* **About this exercise**:
Set down, please, without alteration, the lines of the entries below from the first through the one containing "export function defineEditingTests(): void".

□ □ □

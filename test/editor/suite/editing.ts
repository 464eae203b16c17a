import * as vscode from 'vscode';
import { equal, finding, findingsOf, ok, open, rangeOfText, replace, revert, until, uriOf } from './harness';

async function actions(document: vscode.TextDocument, range: vscode.Range): Promise<vscode.CodeAction[]> {
  return vscode.commands.executeCommand<vscode.CodeAction[]>(
    'vscode.executeCodeActionProvider',
    document.uri,
    range,
    undefined,
    20,
  );
}

export function defineEditingTests(): void {
  describe('fixes and edits', () => {
    it('the backdrill fix ends the stub’s finding', async () => {
      const { document } = await open('lanes/camera-sled.channel.yaml');
      const stub = await until('the stub', () => finding(document.uri, 'stub-resonance'));
      const fix = (await actions(document, stub.range)).find(
        ({ title }) => /drill/i.test(title) && !/accept/i.test(title),
      );
      ok(fix?.edit, `a fix with an edit, got ${(await actions(document, stub.range)).map(({ title }) => title)}`);
      ok(/GHz/.test(fix.title), `the title says what is gained, got ${fix.title}`);
      await vscode.workspace.applyEdit(fix.edit);
      await until('no stub', () => !finding(document.uri, 'stub-resonance'));
      await revert();
    });

    it('a missing unit is offered as a fix, and a finding may be accepted', async () => {
      const editor = await open('lanes/ejector.channel.yaml');
      await replace(editor, 'length: 64 mm', 'length: 64');
      const bare = await until('the bare number', () => findingsOf(editor.document.uri)[0]);
      const titles = (await actions(editor.document, bare.range)).map(({ title }) => title);
      ok(
        titles.some((title) => /64 mm/.test(title)),
        `a fix with mm, got ${titles}`,
      );
      await revert();
      const failing = await open('lanes/camera-sled.channel.yaml');
      const stub = await until('the stub', () => finding(failing.document.uri, 'stub-resonance'));
      const accept = (await actions(failing.document, stub.range)).map(({ title }) => title);
      ok(
        accept.some((title) => /accept/i.test(title)),
        `an action that accepts, got ${accept}`,
      );
    });

    it('renames an element with all that name it', async () => {
      const { document } = await open('lanes/camera-sled.channel.yaml');
      await until('findings', () => finding(document.uri, 'stub-resonance'));
      const at = rangeOfText(document, 'twinax').start.translate(0, 2);
      const edit = await vscode.commands.executeCommand<vscode.WorkspaceEdit>(
        'vscode.executeDocumentRenameProvider',
        document.uri,
        at,
        'long-cable',
      );
      equal(
        edit.entries().map(([uri]) => uri.path.split('/').pop()),
        ['camera-sled.channel.yaml'],
        'files that change',
      );
    });

    it('renames a part in the parts file and in every channel', async () => {
      const { document } = await open('boards/controller.parts.yaml');
      const at = rangeOfText(document, 'mezz-row-c').start.translate(0, 2);
      const edit = await vscode.commands.executeCommand<vscode.WorkspaceEdit>(
        'vscode.executeDocumentRenameProvider',
        document.uri,
        at,
        'mezz-row-d',
      );
      const files = edit
        .entries()
        .map(([uri]) => uri.path.split('/').pop())
        .sort();
      equal(files, ['camera-sled.channel.yaml', 'controller.parts.yaml'], 'files that change');
    });

    it('keeps the hints of untouched elements in a half-typed file', async () => {
      const editor = await open('lanes/ejector.channel.yaml');
      await replace(editor, '  - capacitor: coupling\n', '  - tr\n  - capacitor: coupling\n');
      await until('one finding', () => findingsOf(editor.document.uri).length > 0);
      const hints = await vscode.commands.executeCommand<vscode.InlayHint[]>(
        'vscode.executeInlayHintProvider',
        editor.document.uri,
        new vscode.Range(0, 0, editor.document.lineCount, 0),
      );
      ok(hints.length >= 2, `hints of the other elements, got ${hints.length}`);
      await revert();
    });

    it('is formatted without losing a comment', async () => {
      const { document } = await open('lanes/camera-sled.channel.yaml');
      const edits =
        (await vscode.commands.executeCommand<vscode.TextEdit[]>('vscode.executeFormatDocumentProvider', document.uri, {
          tabSize: 2,
          insertSpaces: true,
        })) ?? [];
      const removed = edits.map(({ range }) => document.getText(range)).join('');
      ok(!removed.includes('#') || edits.some(({ newText }) => newText.includes('#')), 'comments are kept');
      ok(uriOf('lanes/camera-sled.channel.yaml').path === document.uri.path, 'the same file');
    });
  });
}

□ □ □

* **Your response**:
filename test/editor/suite/editing.ts
repository 464eae203b16c17a
import * as vscode from 'vscode';
import { equal, finding, findingsOf, ok, open, rangeOfText, replace, revert, until, uriOf } from './harness';

async function actions(document: vscode.TextDocument, range: vscode.Range): Promise<vscode.CodeAction[]> {
  return vscode.commands.executeCommand<vscode.CodeAction[]>(
    'vscode.executeCodeActionProvider',
    document.uri,
    range,
    undefined,
    20,
  );
}

export function defineEditingTests(): void {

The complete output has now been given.